# Assigned task
Among the entries that follow, some lines contain the word "error". Show all of them.

[[ Source data, beginning ]]

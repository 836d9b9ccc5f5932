// The shared parameter schemas and run-input validation (what the app and the samplers both use).
import Ajv2020 from "ajv/dist/2020";
import { describe, expect, it } from "vitest";
import { SAMPLER_CATALOG, SAMPLER_NAMES, runInputSchema } from "@/lib/samplers/schemas";
import { defaultLoggasStep, validateParams, validateRunInput } from "@/lib/samplers/validate";

describe("sampler schemas", () => {
  it("every schema compiles under strict Ajv 2020-12 and the catalogue matches DESIGN.md's table", () => {
    const ajv = new Ajv2020({ strict: true });
    for (const n of SAMPLER_NAMES) expect(() => ajv.compile(SAMPLER_CATALOG[n].paramsSchema)).not.toThrow();
    expect(() => ajv.compile(runInputSchema)).not.toThrow();
    expect(SAMPLER_CATALOG.ising2d.observables.map((o) => o.name)).toEqual(["e", "absM", "m2", "m4"]);
    expect(SAMPLER_CATALOG.oscillator.observables.map((o) => o.name)).toEqual(["x2", "action", "acceptance"]);
    expect(SAMPLER_CATALOG.loggas.observables.map((o) => o.name)).toEqual(["sumSq", "lambdaMax"]);
  });

  it("accepts DESIGN.md's example run.json", () => {
    const r = validateRunInput({
      format: "ergodex.run/1", runId: "3f1c7a1e-9d7b-4c1a-8f67-2d8c3b9e0a11",
      sampler: { name: "ising2d", version: "1.0.0" },
      params: { L: 16, T: 2.3, algorithm: "metropolis" },
      seed: "12345678901234567890", thermalization: 1000, measurements: 10000, interval: 1,
    });
    expect(r.ok).toBe(true);
  });

  it("fills documented defaults", () => {
    expect(validateParams("ising2d", { L: 4, T: 1, algorithm: "metropolis" })).toEqual({
      ok: true, value: { L: 4, T: 1, algorithm: "metropolis", sweep: "sequential", start: "cold" },
    });
    expect(validateParams("ising2d", { L: 4, T: 1, algorithm: "wolff" })).toEqual({
      ok: true, value: { L: 4, T: 1, algorithm: "wolff", start: "cold" },
    });
    expect(validateParams("oscillator", { N: 4, a: 1, m: 1, omega: 1, step: 1 })).toMatchObject({ ok: true, value: { hits: 1 } });
    expect(validateParams("loggas", { N: 10, beta: 2, method: "metropolis" })).toMatchObject({
      ok: true, value: { step: defaultLoggasStep(10, 2) },
    });
  });

  it("rejects out-of-range values with the field and the value", () => {
    expect(validateParams("loggas", { N: 0, beta: 2, method: "tridiagonal" })).toEqual({ ok: false, error: "params.N must be >= 1 (got 0)" });
    expect(validateParams("oscillator", { N: 4, a: 0, m: 1, omega: 1, step: 1 })).toEqual({ ok: false, error: "params.a must be > 0 (got 0)" });
    expect(validateParams("ising2d", { L: 4.5, T: 1, algorithm: "wolff" })).toEqual({ ok: false, error: "params.L must be integer (got 4.5)" });
    expect(validateParams("ising2d", { T: 1, algorithm: "wolff" })).toEqual({ ok: false, error: 'params: missing required field "L"' });
  });
});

[[ Source data, end ]]

# Answer to this exercise
    expect(validateParams("loggas", { N: 0, beta: 2, method: "tridiagonal" })).toEqual({ ok: false, error: "params.N must be >= 1 (got 0)" });
    expect(validateParams("oscillator", { N: 4, a: 0, m: 1, omega: 1, step: 1 })).toEqual({ ok: false, error: "params.a must be > 0 (got 0)" });
    expect(validateParams("ising2d", { L: 4.5, T: 1, algorithm: "wolff" })).toEqual({ ok: false, error: "params.L must be integer (got 4.5)" });
    expect(validateParams("ising2d", { T: 1, algorithm: "wolff" })).toEqual({ ok: false, error: 'params: missing required field "L"' });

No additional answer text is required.